Is anyone able to provide some insight into this behavior? I would like to not only fix this issue but to understand why.
Thank you!

Your struct is not mutable, hence you can’t reassign the s field. Broadcasting is only for collections/containers, which a Float64 is not.

You can broadcast into the MVector field because it’s a mutable object.

What would you suggest as the most performant way to proceed? I am thinking of either redefining the struct as mutable, or storing each field in a static array.
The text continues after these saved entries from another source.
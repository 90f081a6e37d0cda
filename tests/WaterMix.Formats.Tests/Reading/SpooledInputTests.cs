using System.IO.Pipes;
using WaterMix.Formats.Reading;

namespace WaterMix.Formats.Tests.Reading;

public class SpooledInputTests
{
    [Fact]
    public void Open_AgainAndAgain_GivesTheBytesFromTheirBeginning()
    {
        byte[] bytes = new byte[300_000];
        new Random(1).NextBytes(bytes);
        using var spooled = new SpooledInput(new BoundedStream(new MemoryStream(bytes), bytes.Length), TestContext.Current.CancellationToken);

        using (Stream begun = spooled.Open())
        {
            begun.ReadExactly(new byte[1000]);
        }

        for (int i = 0; i < 2; i++)
        {
            using Stream stream = spooled.Open();
            var copy = new MemoryStream();
            stream.CopyTo(copy);
            Assert.Equal(bytes, copy.ToArray());
        }
    }

    [Fact]
    public async Task Spooling_OfAPipeThatSaysNothing_CanBeCancelled()
    {
        using var server = new AnonymousPipeServerStream(PipeDirection.Out);
        using var client = new AnonymousPipeClientStream(PipeDirection.In, server.ClientSafePipeHandle);
        using var source = new CancellationTokenSource();
        CancellationToken cancellation = source.Token;

        Task<SpooledInput> spooling = Task.Run(() => new SpooledInput(client, cancellation), TestContext.Current.CancellationToken);
        await source.CancelAsync();

        await Assert.ThrowsAnyAsync<OperationCanceledException>(() => spooling.WaitAsync(TimeSpan.FromSeconds(30), TestContext.Current.CancellationToken));
        server.WriteByte(0);
    }
}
The first should be easier to implement, but I am worried about performance “gotchas”.

A mutable struct with a SVector field is a fine choice.

2 Likes

I just played around two different solutions, shown below with benchmarks for future reference.

module S

N=30_000_000

using StaticArrays, Random

mutable struct MParticle
    pos::SVector{3,Float64}
    s::Float64
end

struct SParticle
    pos::MVector{3,Float64}
    s::MVector{1,Float64}
end

PM     = MParticle(SVector(0., 0., 0.), 1.)
PS     = SParticle(MVector(0., 0., 0.), MVector(1.))

# Benchmark
@time for i in 1:N
    PM.pos = SVector(rand(),rand(),rand())
    PM.s   = rand()
end

@time for i in 1:N
    PS.pos .= MVector(rand(),rand(),rand())
    PS.s   .= MVector(rand())
end

# module end
end
julia> include("structTest.jl")
  4.830332 seconds (270.00 M allocations: 5.812 GiB, 11.33% gc time, 0.17% compilation time)
  4.781887 seconds (270.00 M allocations: 5.812 GiB, 11.59% gc time, 0.04% compilation time)
Main.S

I am surprised that both methods seem equally performant for sufficiently large N, although I noticed SParticle had consistently lower % compilation time.
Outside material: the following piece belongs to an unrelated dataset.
using WaterMix.Core.EndMembers;
using WaterMix.Core.Mixing;
using WaterMix.Core.Seawater;

namespace WaterMix.Core.Tests.Mixing;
The first structure definition seems cleaner, so I think I will moved forward in implementing the mutable struct with immutable fields.

Don’t benchmark in global scope. Put the thing you want to benchmark in a function and @benchmark that function (from BenchmarkTools.jl). Don’t use global variables during benchmarking (or for otherwise performance critical objects).

3 Likes

MParticle’s advantage is that it will require 1 allocation to construct, and is 1 contiguous block of memory, while SParticle requires 2 allocations to construct, and has 2 separate addresses.
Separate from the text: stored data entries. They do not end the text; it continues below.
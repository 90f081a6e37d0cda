using System.IO.Compression;
using System.Text;
using WaterMix.Core;
using WaterMix.Formats.Reading;

namespace WaterMix.Formats.Tests.Reading;

public sealed class InputFilesTests : IDisposable
{
    private readonly string _folder = Directory.CreateTempSubdirectory("watermix-zip").FullName;

    public void Dispose() => Directory.Delete(_folder, recursive: true);

    [Fact]
    public void Open_SeveralFiles_ReadsThemInOrdinalNameOrder()
    {
        string[] paths = ["b.csv", "B.csv", "a10.csv", "a9.csv"];
        foreach (string name in paths)
        {
            File.WriteAllText(Path.Combine(_folder, name), $"station,oxygen\n{name},200\n{name},201\n");
        }

        using OpenedSamples opened = SampleReader.Open([.. paths.Select(p => Path.Combine(_folder, p))], new ReadingOptions());
        (List<SampleBlock> blocks, _, _) = ReadingHelp.ReadAll(opened);

        Assert.True(opened.NamesFiles);
        Assert.Equal(["B.csv", "a10.csv", "a9.csv", "b.csv"], blocks.Select(b => b.File));
        Assert.Equal([1, 3, 5, 7], blocks.Select(b => b.FirstRow));
        Assert.All(blocks, b => Assert.Equal(1, b.FirstFileRow));
    }

    [Fact]
    public void Open_ZipOfCasts_ReadsEntriesByNameAndLabelsThemWithTheirPaths()
    {
        string path = Zip(("deep/b.csv", Cast("2")), ("../../a.csv", Cast("1")), ("read.me", "hello"), ("deep/", ""));

        using OpenedSamples opened = SampleReader.Open([path], new ReadingOptions());
        (List<SampleBlock> blocks, ImportReport report, _) = ReadingHelp.ReadAll(opened);

        Assert.False(opened.HasErrors, string.Join("\n", opened.Findings));
        Assert.Equal(["casts.zip/a.csv", "casts.zip/deep/b.csv"], blocks.Select(b => b.File));
        Assert.Equal(["1", "2"], blocks.Select(b => b.Table.Identity[0][0]));
        Assert.Equal(1, report.Findings.Single(f => f.Severity == Severity.Note).Count);
    }

    [Fact]
    public void Open_EntryThatUnpacksManyTimesOver_IsRefusedUnread()
    {
        string path = Zip(("bomb.csv", "station,oxygen\n" + new string('0', 40 << 20)));

        using OpenedSamples opened = SampleReader.Open([path], new ReadingOptions());

        Assert.StartsWith("entries packed at most", ReadingHelp.Error(opened.Findings).Expected, StringComparison.Ordinal);
        Assert.Empty(opened.ReadBlocks(TestContext.Current.CancellationToken));
    }

    [Fact]
    public void Read_MoreBytesThanDeclared_IsRefused()
    {
        using var stream = new BoundedStream(new MemoryStream(new byte[100]), 60);

        Assert.Throws<InvalidDataException>(() => stream.CopyTo(Stream.Null));
    }

    [Fact]
    public void Open_ZipWithoutSampleFiles_IsAnError()
    {
        using OpenedSamples opened = SampleReader.Open([Zip(("read.me", "hello"))], new ReadingOptions());

        Assert.Contains("none among", ReadingHelp.Error(opened.Findings).Found, StringComparison.Ordinal);
    }

    [Fact]
    public void Open_ZipThatIsCutOff_IsAnError()
    {
        string path = Zip(("a.csv", Cast("1")));
        byte[] whole = File.ReadAllBytes(path);
        File.WriteAllBytes(path, whole[..(whole.Length / 2)]);

        using OpenedSamples opened = SampleReader.Open([path], new ReadingOptions());

        Assert.Equal("a whole zip file", ReadingHelp.Error(opened.Findings).Expected);
    }

    [Fact]
    public void Open_ZipOfOneEntry_NamesItsFile()
    {
        using OpenedSamples opened = SampleReader.Open([Zip(("a.csv", Cast("1")))], new ReadingOptions());

        Assert.True(opened.NamesFiles);
    }

    [Fact]
    public void Open_SecondEntryOfOneName_IsAWarning()
    {
        using OpenedSamples opened = SampleReader.Open([Zip(("a.csv", Cast("1")), ("a.csv", Cast("2")))], new ReadingOptions());

        Finding finding = Assert.Single(opened.Findings);
        Assert.Equal((Severity.Warning, "casts.zip/a.csv"), (finding.Severity, finding.File));
        Assert.Equal(2, ReadingHelp.ReadAll(opened).Blocks.Count);
    }

    [Fact]
    public void Open_FileThatDoesNotExist_IsASentenceWithOneFullStop()
    {
        using OpenedSamples opened = SampleReader.Open([Path.Combine(_folder, "absent.csv")], new ReadingOptions());

        Assert.EndsWith("absent.csv'. Check the path and the permissions.", ReadingHelp.Error(opened.Findings).ToString(), StringComparison.Ordinal);
    }

    private static string Cast(string station) =>
        $"CTD,20000101TEST\n# a comment\nNUMBER_HEADERS = 2\nSTNNBR = {station}\nCTDPRS,CTDOXY,CTDOXY_FLAG_W,\nDBAR,UMOL/KG,,\n     1.0,  200.5,2\n     2.0, -999.0,9\nEND_DATA\n";

    private string Zip(params (string Name, string Text)[] entries)
    {
        string path = Path.Combine(_folder, "casts.zip");
        using ZipArchive archive = ZipFile.Open(path, ZipArchiveMode.Create);
        foreach ((string name, string text) in entries)
        {
            using Stream stream = archive.CreateEntry(name).Open();
            stream.Write(Encoding.UTF8.GetBytes(text));
        }

        return path;
    }
}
Neither of these differences will be tested in a micro benchmark updating the same object in place.

1 Like
function update1(PM, N)
    @time for i in 1:N
        PM.pos = SVector(rand(),rand(),rand())
        PM.s   = rand()
    end
end

function update2(PS, N)
    @time for i in 1:N
        PS.pos .= MVector(rand(),rand(),rand())
        PS.s   .= MVector(rand())
    end
end


update1(PM, N)
update2(PS, N)
julia> include("structTest.jl")
WARNING: replacing module S.
  0.916128 seconds
  0.904219 seconds
Main.S

Excellent point. Thank you!

Do you have further reading on this that you can recommend? I am interested for the sake of curiosity, and this behavior is also important to the performance of my simulation at large.